WHAT YOU WILL DO:
Return, word for word, only the lines of the data below that lie between the line with "encoding: string): DecodedText" and the line with "for (let begin = 0; begin < units.length;", those two lines included.

SOURCE RECORDS:
/**
 * Bytes to text: UTF-8, UTF-16 either way, and Windows-1252 (which holds Latin-1) where the bytes are no valid UTF-8.
 * The text of a large file is made a piece at a time, so that it is never held whole beside its bytes.
 */
import { nonTextKind } from './text-signature'

export interface DecodedText {
  readonly encoding: string
  /**
   * The file's own units, bytes or those of UTF-16; every ASCII character is one. A file whose lines end in "\r" alone
   * has "\n" there instead; "\r\n" is left as it is.
   */
  readonly units: Uint8Array | Uint16Array
  /** The text of these units, which begin and end between characters; without them, of all. */
  readonly text: (begin?: number, end?: number) => string
}

export interface NoText {
  readonly looksLike: string
}

const NEWLINE = 10
const RETURN = 13

export function decodeText(bytes: Uint8Array): DecodedText | NoText {
  if (bytes[0] === 0xff && bytes[1] === 0xfe) return utf16(bytes.subarray(2), true, 'UTF-16 LE with mark')
  if (bytes[0] === 0xfe && bytes[1] === 0xff) return utf16(bytes.subarray(2), false, 'UTF-16 BE with mark')
  const silent = silentUtf16(bytes)
  if (silent !== null) return utf16(bytes, silent, silent ? 'UTF-16 LE' : 'UTF-16 BE')
  const looksLike = nonTextKind(bytes)
  if (looksLike !== null) return { looksLike }
  const marked = bytes[0] === 0xef && bytes[1] === 0xbb && bytes[2] === 0xbf
  const body = marked ? bytes.subarray(3) : bytes
  if (!isUtf8(body)) return decoded('Windows-1252', body, windows1252)
  const decoder = new TextDecoder('utf-8', { ignoreBOM: true })
  return decoded(marked ? 'UTF-8 with mark' : 'UTF-8', body, (units) => decoder.decode(units))
}

function decoded<Units extends Uint8Array | Uint16Array>(
  encoding: string,
  given: Units,
  textOf: (units: Units) => string,
): DecodedText {
  const units = given.includes(NEWLINE) || !given.includes(RETURN) ? given : withNewlines(given)
  return { encoding, units, text: (begin, end) => textOf(units.subarray(begin, end) as Units) }
}

function withNewlines<Units extends Uint8Array | Uint16Array>(units: Units): Units {
  return units.map((unit) => (unit === RETURN ? NEWLINE : unit)) as Units
}

interface Decoder {
  decode(bytes?: Uint8Array, options?: { readonly stream: boolean }): string
}
/** WHATWG Encoding, which Node and every browser have: pure, and no part of the language's own library. */
declare const TextDecoder: new (
  label: 'utf-8',
  options: { readonly fatal?: boolean; readonly ignoreBOM?: boolean },
) => Decoder

/** Overlong forms, lone surrogates and cut sequences are not. */
function isUtf8(bytes: Uint8Array): boolean {
  const decoder = new TextDecoder('utf-8', { fatal: true })
  try {
    for (let begin = 0; begin < bytes.length; begin += CHECKED_BYTES) {
      decoder.decode(bytes.subarray(begin, begin + CHECKED_BYTES), { stream: true })
    }
    decoder.decode()
    return true
  } catch {
    return false
  }
}
const CHECKED_BYTES = 1 << 16

/** UTF-16 without a mark shows in its zero bytes: nearly every second one, and none of the others. */
function silentUtf16(bytes: Uint8Array): boolean | null {
  const pairs = Math.min(bytes.length, 4096) >> 1
  if (pairs < 2) return null
  let even = 0
  let odd = 0
  for (let at = 0; at < pairs * 2; at += 2) {
    if (bytes[at] === 0) even++
    if (bytes[at + 1] === 0) odd++
  }
  if (odd > 0.7 * pairs && even < 0.02 * pairs) return true
  if (even > 0.7 * pairs && odd < 0.02 * pairs) return false
  return null
}

function utf16(bytes: Uint8Array, isLittle: boolean, encoding: string): DecodedText | NoText {
  const units = new Uint16Array(bytes.length >> 1)
  const low = isLittle ? 0 : 1
  let controls = 0
  for (let at = 0; at < units.length; at++) {
    const unit = bytes[2 * at + low] | (bytes[2 * at + 1 - low] << 8)
    if (unit < 9 || (unit > 13 && unit < 26)) controls++
    units[at] = unit
  }
  if (controls > 0.01 * units.length) return { looksLike: 'binary data' }
  return decoded(encoding, units, fromUnits)
}

/** Code units to a string in pieces: one call takes only so many arguments, and plain arrays pass fastest. */
const PIECE = 4096
function fromUnits(units: Uint16Array): string {
  const piece: number[] = new Array<number>(PIECE).fill(0)
  let text = ''
  for (let begin = 0; begin < units.length; begin += PIECE) {
    const size = Math.min(PIECE, units.length - begin)
    if (size < PIECE) piece.length = size
    for (let at = 0; at < size; at++) piece[at] = units[begin + at]
    text += String.fromCharCode.apply(null, piece)
  }
  return text
}

/** 0x80 to 0x9f, where Windows-1252 differs from Latin-1; its five holes stay control characters. */
const WINDOWS_1252 =
  '\u20ac\u0081\u201a\u0192\u201e\u2026\u2020\u2021\u02c6\u2030\u0160\u2039\u0152\u008d\u017d\u008f' +
  '\u0090\u2018\u2019\u201c\u201d\u2022\u2013\u2014\u02dc\u2122\u0161\u203a\u0153\u009d\u017e\u0178'

function windows1252(bytes: Uint8Array): string {
  const units = new Uint16Array(bytes.length)
  for (let at = 0; at < bytes.length; at++) {
    const byte = bytes[at]
    units[at] = byte >= 0x80 && byte <= 0x9f ? WINDOWS_1252.charCodeAt(byte - 0x80) : byte
  }
  return fromUnits(units)
}
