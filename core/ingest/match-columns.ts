/** Which header of a row is which of our columns: by the procedure's own mapping, else by the best score. */
import { BASE_UNITS, baseUnit, findUnit, unitNames } from '../units/unit-register'
import type { Quantity, Unit } from '../units/unit-register'
import type { FileProblem } from '../problems/problem'
import { NUMBER_KINDS, isReadingColumn } from './column-kinds'
import type { HeaderTarget } from './header-words'
import { readHeader } from './header-name'
import { matchHeader } from './match-header'
import type { HeaderMatch } from './match-header'
import type { ReadOptions } from './read-options'
import { COLUMN_IDS } from './readings'
import type { ColumnId } from './readings'
import { readTextCell } from './text-cell'

export interface MatchedColumn {
  readonly target: HeaderTarget
  /** 0-based place in the row. */
  readonly at: number
  readonly header: string
  /** null for text and counts. */
  readonly unit: Unit | null
  readonly why: string
}

export interface MatchedColumns {
  readonly columns: readonly MatchedColumn[]
  readonly problem: FileProblem | null
}

interface Candidate {
  readonly at: number
  readonly header: string
  readonly match: HeaderMatch
}

export function matchColumns(file: string, headers: readonly string[], options: ReadOptions): MatchedColumns {
  const mapped = mapColumns(file, headers, options)
  if (mapped.problem) return mapped
  const taken = new Set(mapped.columns.map((column) => column.at))
  const byTarget = new Map<HeaderTarget, Candidate[]>()
  headers.forEach((header, at) => {
    const match = taken.has(at) ? null : matchHeader(header)
    if (match === null || mapped.columns.some((column) => column.target === match.target)) return
    byTarget.set(match.target, [...(byTarget.get(match.target) ?? []), { at, header, match }])
  })
  dropLoneAngle(byTarget, mapped.columns)
  dropLongForm(byTarget, mapped.columns)
  const columns = [...mapped.columns]
  for (const [target, candidates] of byTarget) {
    const chosen = choose(file, target, candidates)
    if ('kind' in chosen) return { columns: [], problem: chosen }
    columns.push(chosen)
  }
  const problem = missingPart(file, headers, new Set(columns.map((column) => column.target)))
  return { columns: columns.sort((a, b) => a.at - b.at), problem }
}

function mapColumns(file: string, headers: readonly string[], options: ReadOptions): MatchedColumns {
  const columns: MatchedColumn[] = []
  for (const target of COLUMN_IDS) {
    const wish = options.columns?.[target]
    if (wish === undefined) continue
    const name = typeof wish === 'string' ? wish : wish.header
    const places = placesOf(name, headers)
    if (places.length === 0) {
      return refuse({
        kind: 'missing-column',
        file,
        wanted: `"${name}" (for ${target})`,
        headers: headers.filter(Boolean),
      })
    }
    if (places.length > 1) {
      return refuse({
        kind: 'ambiguous-column',
        file,
        column: target,
        candidates: places.map((at) => candidateName(headers, at)),
      })
    }
    const unit = mappedUnit(file, target, headers[places[0]]!, typeof wish === 'string' ? undefined : wish.unit)
    if (unit !== null && 'kind' in unit) return refuse(unit)
    columns.push({ target, at: places[0], header: headers[places[0]]!, unit, why: 'given in the procedure' })
  }
  return { columns, problem: null }
}

function refuse(problem: FileProblem): MatchedColumns {
  return { columns: [], problem }
}

/** Where the header stands: letter for letter, else without regard to case and blanks. */
function placesOf(name: string, headers: readonly string[]): number[] {
  const fold = (text: string) => readTextCell(text).toLowerCase().replace(/\s+/g, ' ')
  const exact = headers.flatMap((header, at) => (header === name.trim() ? [at] : []))
  return exact.length > 0 ? exact : headers.flatMap((header, at) => (fold(header) === fold(name) ? [at] : []))
}

function mappedUnit(
  file: string,
  target: ColumnId,
  header: string,
  wish: string | undefined,
): Unit | null | FileProblem {
  const quantity = NUMBER_KINDS[target]?.quantity
  if (quantity == null) return null
  if (wish === undefined) {
    // The words of a mapped header may be anything, its unit still counts.
    const named = readHeader(header).find((reading) => reading.unit !== null && fits(reading.unit, quantity))
    return named?.unit ?? baseUnit(quantity)
  }
  const unit = findUnit(wish)
  if (unit && fits(unit, quantity)) return unit
  return { kind: 'unknown-unit', file, header, unit: wish, known: unitNames(quantity) }
}

/** A sheet resistance is often written in plain ohm, which is the same unit. */
function fits(unit: Unit, quantity: Quantity): boolean {
  return unit.quantity === quantity || (quantity === 'sheet-resistance' && unit.quantity === 'resistance')
}

/** "R" without unit is a radius only beside an angle, and an angle is a place only beside a radius. */
function dropLoneAngle(byTarget: Map<HeaderTarget, Candidate[]>, mapped: readonly MatchedColumn[]): void {
  const has = (target: HeaderTarget) => byTarget.has(target) || mapped.some((column) => column.target === target)
  const isBare = (byTarget.get('r_mm') ?? []).every(({ match }) => match.score < 50 && match.unit === null)
  if (mapped.some((column) => column.target === 'r_mm')) {
    byTarget.delete('x_mm')
    byTarget.delete('y_mm')
  }
  const hasPlane = has('x_mm') && has('y_mm')
  if (hasPlane || (!has('theta_deg') && isBare)) byTarget.delete('r_mm')
  if (hasPlane || !has('r_mm')) byTarget.delete('theta_deg')
}

/** Where each direction and configuration has columns of its own, a header of that name means something else. */
function dropLongForm(byTarget: Map<HeaderTarget, Candidate[]>, mapped: readonly MatchedColumn[]): void {
  const has = (target: HeaderTarget) => byTarget.has(target) || mapped.some((column) => column.target === target)
  if (has('voltage_rev_V')) byTarget.delete('direction')
  if (has('voltage_b_V') || has('v_over_i_b_ohm')) byTarget.delete('configuration')
}

function choose(file: string, target: HeaderTarget, candidates: readonly Candidate[]): MatchedColumn | FileProblem {
  const ranked = [...candidates].sort((a, b) => b.match.score - a.match.score)
  const [best] = ranked
  const ties = ranked.filter(({ match }) => match.score === best!.match.score)
  if (ties.length > 1) {
    return {
      kind: 'ambiguous-column',
      file,
      column: target,
      candidates: ties.map(({ header, at }) => `${header} (column ${at + 1})`),
    }
  }
  const { at, header, match } = best!
  const quantity = target in NUMBER_KINDS ? NUMBER_KINDS[target as ColumnId]!.quantity : null
  if (quantity !== null && match.unknownUnit !== null) {
    return { kind: 'unknown-unit', file, header, unit: match.unknownUnit, known: unitNames(quantity) }
  }
  const unit = quantity === null ? null : (match.unit ?? baseUnit(quantity))
  return { target, at, header, unit, why: whyOf(match, quantity, ranked.slice(1)) }
}

function whyOf(match: HeaderMatch, quantity: Quantity | null, losers: readonly Candidate[]): string {
  const parts = [match.why]
  if (quantity !== null && match.score < 100) {
    const isPlainOhm = quantity === 'sheet-resistance' && match.unit?.quantity === 'resistance'
    if (match.unit === null) parts.push(`no unit in the header, taken as ${BASE_UNITS[quantity]}`)
    else if (isPlainOhm) parts.push(`${match.unit.id} taken as ${match.unit.id}/sq`)
    else parts.push(`unit ${match.unit.id} from the header`)
  }
  if (losers.length > 0) parts.push(`preferred to ${losers.map(({ header }) => `"${header}"`).join(', ')}`)
  return parts.join('; ')
}

function candidateName(headers: readonly string[], at: number): string {
  return `${headers[at]} (column ${at + 1})`
}

/** What a row of readings can't do without, and half a position is none. */
function missingPart(file: string, headers: readonly string[], has: ReadonlySet<HeaderTarget>): FileProblem | null {
  const missing = (wanted: string): FileProblem => ({
    kind: 'missing-column',
    file,
    wanted,
    headers: headers.filter(Boolean),
  })
  const ready = ['v_over_i_ohm', 'sheet_resistance_ohm_sq', 'resistivity_ohm_cm'] as const
  if (!ready.some((target) => has.has(target)) && !(has.has('current_A') && has.has('voltage_V'))) {
    if (has.has('voltage_V')) return missing('current_A')
    if (has.has('current_A')) return missing('voltage_V')
    return missing('current_A and voltage_V, or v_over_i_ohm, sheet_resistance_ohm_sq or resistivity_ohm_cm')
  }
  for (const [one, other] of [
    ['x_mm', 'y_mm'],
    ['r_mm', 'theta_deg'],
    ['die_x', 'die_y'],
  ] as const) {
    if (has.has(one) !== has.has(other)) return missing(has.has(one) ? other : one)
  }
  const isLong = has.has('configuration') || has.has('direction')
  if (isLong && !has.has('site') && !has.has('x_mm') && !has.has('r_mm')) {
    return missing('site, or x_mm and y_mm (to put together the rows of one site)')
  }
  return null
}

/** Whether a row of cells can be a header of readings: how many of our columns it names, 0 if none that holds a reading. */
export function headerStrength(headers: readonly string[], options: ReadOptions): number {
  const targets = new Set<HeaderTarget>()
  for (const header of headers) {
    const match = matchHeader(header)
    if (match) targets.add(match.target)
  }
  for (const target of COLUMN_IDS) {
    const wish = options.columns?.[target]
    if (wish !== undefined && placesOf(typeof wish === 'string' ? wish : wish.header, headers).length > 0)
      targets.add(target)
  }
  const hasReading = [...targets].some(
    (target) => (COLUMN_IDS as readonly string[]).includes(target) && isReadingColumn(target as ColumnId),
  )
  return hasReading ? targets.size : 0
}
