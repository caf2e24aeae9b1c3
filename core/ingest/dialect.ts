/** The decimal mark of a file, from the number cells of its first rows. */
import type { DecimalMark } from './parse-number'
import { NUMBER_KINDS } from './column-kinds'
import type { MatchedColumn } from './match-columns'
import type { ColumnId } from './readings'

const SAMPLE_ROWS = 200
const WITH_POINT = /^\s*[+-]?\d*\.\d+(e[+-]?\d+)?\s*$/i
const WITH_COMMA = /^\s*[+-]?\d*,\d+(e[+-]?\d+)?\s*$/i

/** A majority decides and what disagrees with it is refused later, cell by cell; a tie is for the point. */
export function guessDecimalMark(rows: readonly (readonly string[])[], columns: readonly MatchedColumn[]): DecimalMark {
  const places = columns.filter(({ target }) => NUMBER_KINDS[target as ColumnId] !== undefined).map(({ at }) => at)
  let points = 0
  let commas = 0
  for (const cells of rows.slice(0, SAMPLE_ROWS)) {
    for (const at of places) {
      const cell = cells[at] ?? ''
      if (WITH_POINT.test(cell)) points++
      else if (WITH_COMMA.test(cell)) commas++
    }
  }
  return commas > points ? ',' : '.'
}
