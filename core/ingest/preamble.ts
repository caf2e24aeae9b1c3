/** The lines before a header: `key: value`, `key,value`, `# key=value`, several on one line, or free text. */
import { findUnit, toBase } from '../units/unit-register'
import { matchHeader } from './match-header'
import { parseNumber, isBlank } from './parse-number'
import type { HeaderTarget } from './header-words'
import { readTextCell } from './text-cell'

export interface PreambleEntry {
  /** Empty for a line of free text. */
  readonly key: string
  readonly value: string
}

/** A longer line is free text: the patterns below would take too long over it. */
const MAX_LENGTH = 2000

const PAIR = /^\s*(?:[#%;*!]+|\/\/)?\s*([^:=,;\t]{1,60}?)\s*[:=,;\t]\s*(.*)$/

/** Keys beside those that name a column; they are kept, and show that a line inside the rows is no bad reading. */
const OTHER_KEYS = new Set(
  (
    'operator user recipe program tool equipment prober probe head product device process step operation layer technology ' +
    'comment comments remark remarks note notes title shift station instrument software version report file created wafers ' +
    'sites points diameter size thickness orientation dopant implant'
  ).split(' '),
)

/** What a key of the preamble gives the rows that follow, if anything. */
export function preambleTarget(key: string): HeaderTarget | null {
  const target = matchHeader(key)?.target ?? null
  return target === 'lot' ||
    target === 'wafer' ||
    target === 'slot' ||
    target === 'temperature_C' ||
    target === 'time' ||
    target === 'date'
    ? target
    : null
}

/** A row of cells as preamble; free text comes back under an empty key. */
export function readPreambleRow(cells: readonly string[], delimiter: string): readonly PreambleEntry[] {
  if (isTooLong(cells)) return [{ key: '', value: cells.join(delimiter).slice(0, MAX_LENGTH) }]
  const filled = cells.map((cell) => cell.trim()).filter((cell) => cell !== '')
  const separate = filled.map(readPair)
  if (filled.length > 1 && separate.every((entry) => entry !== null && /[:=]/.test(entry.mark))) {
    return separate.map((entry) => ({ key: entry!.key, value: entry!.value }))
  }
  if (
    filled.length > 2 &&
    filled.length % 2 === 0 &&
    filled.every((cell, at) => at % 2 === 1 || preambleTarget(bareKey(cell)) !== null)
  ) {
    return filled.flatMap((cell, at) =>
      at % 2 === 0 ? [{ key: bareKey(cell), value: readTextCell(filled[at + 1]) }] : [],
    )
  }
  const pair = readPair(cells.join(delimiter).replace(/[\s,;]+$/, ''))
  return [pair ? { key: pair.key, value: pair.value } : { key: '', value: filled.join(delimiter) }]
}

/** Whether a row among the readings is of a preamble: its key is one we know. */
export function isPreambleRow(cells: readonly string[], delimiter: string): boolean {
  if (isTooLong(cells)) return false
  const filled = cells.filter((cell) => !isBlank(cell)).length
  const entries = filled > 8 ? [] : readPreambleRow(cells, delimiter)
  return (
    entries.length > 0 &&
    entries.every(({ key, value }) => isKnownKey(key) && value !== '') &&
    filled <= Math.max(2, 2 * entries.length)
  )
}

function isTooLong(cells: readonly string[]): boolean {
  let length = cells.length
  for (const cell of cells) length += cell.length
  return length > MAX_LENGTH
}

function isKnownKey(key: string): boolean {
  if (key === '') return false
  return preambleTarget(key) !== null || OTHER_KEYS.has(key.toLowerCase().split(/[\s_/(-]+/)[0])
}

function bareKey(cell: string): string {
  return cell.replace(/^[#%*!\s]+/, '').replace(/[:=\s]+$/, '')
}

function readPair(text: string): (PreambleEntry & { readonly mark: string }) | null {
  const match = PAIR.exec(text)
  if (!match || match[1] === '') return null
  const value = match[2].trim().replace(/^[:=]\s*/, '')
  const unquoted = /^"(.*)"$/.exec(value)?.[1] ?? value
  return {
    key: match[1].trim(),
    value: readTextCell(unquoted),
    mark: text.charAt(text.indexOf(match[1]) + match[1].length).trim() || text.slice(match[1].length),
  }
}

/** A temperature of the preamble in °C: `23.1`, `23.1 °C`, `73,4 F`, the unit perhaps in the key; NaN if it can't be read. */
export function preambleTemperature_C(entry: PreambleEntry): number {
  const match = /^([+-]?[\d.,]+(?:e[+-]?\d+)?)\s*(.*)$/i.exec(entry.value)
  if (!match) return NaN
  const number = parseNumber(match[1].replace(',', '.'), 46, 0)
  const unit = match[2] === '' ? matchHeader(entry.key)?.unit : findUnit(match[2])
  if (unit === undefined || (unit === null && match[2] !== '')) return NaN
  if (unit === null) return number
  return unit.quantity === 'temperature' ? toBase(number, unit) : NaN
}
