/** A depth profile, as a measurement or a process simulation writes it: CSV with a column of depths and one of concentrations. */
import type { ProfileProblem } from '../problems/problem'
import { quote, quotedList } from '../problems/quote'
import { decodeText } from './decode-text'
import { decimalCode, explainNumber, parseNumber, type DecimalMark } from './parse-number'
import { profileColumns, type ProfileColumn } from './profile-header'
import type { InputFile } from './read-files'
import {
  decimalMarkOf, isPassedOver, MAX_TABLE_PROBLEMS, SEARCHED_ROWS, TABLE_DELIMITERS, type RowFault,
} from './small-table' // prettier-ignore
import { splitRows, type Rows } from './split-rows'

export interface DepthProfile {
  /** The file's name. */
  readonly file: string
  readonly bytes: number
  readonly sha256: string
  /** As the file has them. */
  readonly headers: { readonly depth: string; readonly concentration: string }
  /** From the surface down, rising. */
  readonly depth_um: Float64Array
  readonly concentration_cm3: Float64Array
}

export interface ReadProfile {
  /** null when there is any problem: a profile with holes is another profile. */
  readonly profile: DepthProfile | null
  readonly problems: readonly ProfileProblem[]
}

const MAX_BYTES = 5_000_000
const MAX_POINTS = 20_000
const LEAST_POINTS = 4

/** Lines that begin with # or % are comments. Nothing here throws for a bad file. */
export function readProfile({ name, bytes, sha256 }: InputFile): ReadProfile {
  const refused = (why: string): ReadProfile => ({
    profile: null,
    problems: [{ kind: 'bad-profile', file: name, why }],
  })
  if (bytes.length > MAX_BYTES) return refused(`it has ${bytes.length} bytes, more than ${MAX_BYTES}`)
  const decoded = decodeText(bytes)
  if ('looksLike' in decoded) return refused(`it is no text; it looks like ${decoded.looksLike}`)
  const table = findTable(decoded.text())
  if (typeof table === 'string') return refused(table)
  const { depth_um, concentration_cm3, faults } = readPoints(table)
  if (faults.length > 0) {
    return { profile: null, problems: faults.map((fault) => ({ kind: 'bad-profile', file: name, ...fault })) }
  }
  const { length } = depth_um
  if (length < LEAST_POINTS) return refused(`it has ${length} points, and needs at least ${LEAST_POINTS}`)
  if (length > MAX_POINTS) return refused(`it has ${length} points, more than ${MAX_POINTS}`)
  const headers = { depth: table.depth.header, concentration: table.concentration.header }
  const columns = {
    depth_um: Float64Array.from(depth_um),
    concentration_cm3: Float64Array.from(concentration_cm3),
  }
  return { profile: { file: name, bytes: bytes.length, sha256, headers, ...columns }, problems: [] }
}

interface Table {
  readonly rows: Rows
  /** Of the header. */
  readonly row: number
  readonly decimalMark: DecimalMark
  readonly depth: ProfileColumn
  readonly concentration: ProfileColumn
}

/** Or why there is none. */
function findTable(text: string): Table | string {
  let nearest = `no line names a depth and a concentration, such as depth_nm,concentration_cm3`
  for (const delimiter of TABLE_DELIMITERS) {
    const rows = splitRows(text, delimiter, 1)
    for (let row = 0; row < Math.min(rows.cells.length, SEARCHED_ROWS); row++) {
      if (isPassedOver(rows.cells[row])) continue
      const columns = profileColumns(rows.cells[row])
      if (typeof columns === 'string') nearest = columns
      else if (columns) return { rows, row, decimalMark: decimalMarkOf(rows, row, delimiter), ...columns }
    }
  }
  return nearest
}

interface Points {
  readonly depth_um: number[]
  readonly concentration_cm3: number[]
  readonly faults: RowFault[]
}

function readPoints({ rows, row, decimalMark, depth, concentration }: Table): Points {
  const points: Points = { depth_um: [], concentration_cm3: [], faults: [] }
  for (let at = row + 1; at < rows.cells.length && points.faults.length < MAX_TABLE_PROBLEMS; at++) {
    const cells = rows.cells[at]
    if (isPassedOver(cells)) continue
    const read = ({ at: column, shift }: ProfileColumn): number =>
      parseNumber(cells[column] ?? '', decimalCode(decimalMark), shift)
    const x_um = read(depth)
    const n_cm3 = read(concentration)
    const above_um = points.depth_um.length > 0 ? points.depth_um[points.depth_um.length - 1] : -1
    const why =
      whyNoNumber(x_um, cells, depth, decimalMark) ??
      whyNoNumber(n_cm3, cells, concentration, decimalMark) ??
      whyNoPoint(x_um, n_cm3, above_um)
    if (why !== null) points.faults.push({ line: rows.line(at), why })
    else {
      points.depth_um.push(x_um)
      points.concentration_cm3.push(n_cm3)
    }
  }
  return points
}

function whyNoNumber(value: number, cells: readonly string[], column: ProfileColumn, mark: DecimalMark): string | null {
  if (!Number.isNaN(value)) return null
  const cell = (cells[column.at] ?? '').trim()
  return `${quote(cell)} in column ${quotedList([column.header])} ${explainNumber(cell, mark)}`
}

function whyNoPoint(x_um: number, n_cm3: number, above_um: number): string | null {
  if (x_um < 0) return `its depth, ${x_um} um, lies above the surface`
  if (x_um > 1000) return `its depth, ${x_um} um, is more than 1000 um`
  if (!(x_um > above_um)) return `its depth, ${x_um} um, does not lie below the point before it, at ${above_um} um`
  if (!(n_cm3 > 0)) {
    return `its concentration, ${n_cm3} cm^-3, is not above 0, and between points its logarithm runs straight; leave such points out`
  }
  return n_cm3 > 1e24 ? `its concentration, ${n_cm3} cm^-3, is more than any solid has` : null
}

WRITTEN ANSWER:
function utf16(bytes: Uint8Array, isLittle: boolean, encoding: string): DecodedText | NoText {
  const units = new Uint16Array(bytes.length >> 1)
  const low = isLittle ? 0 : 1
  let controls = 0
  for (let at = 0; at < units.length; at++) {
    const unit = bytes[2 * at + low] | (bytes[2 * at + 1 - low] << 8)
    if (unit < 9 || (unit > 13 && unit < 26)) controls++
    units[at] = unit
  }
  if (controls > 0.01 * units.length) return { looksLike: 'binary data' }
  return decoded(encoding, units, fromUnits)
}

/** Code units to a string in pieces: one call takes only so many arguments, and plain arrays pass fastest. */
const PIECE = 4096
function fromUnits(units: Uint16Array): string {
  const piece: number[] = new Array<number>(PIECE).fill(0)
  let text = ''
  for (let begin = 0; begin < units.length; begin += PIECE) {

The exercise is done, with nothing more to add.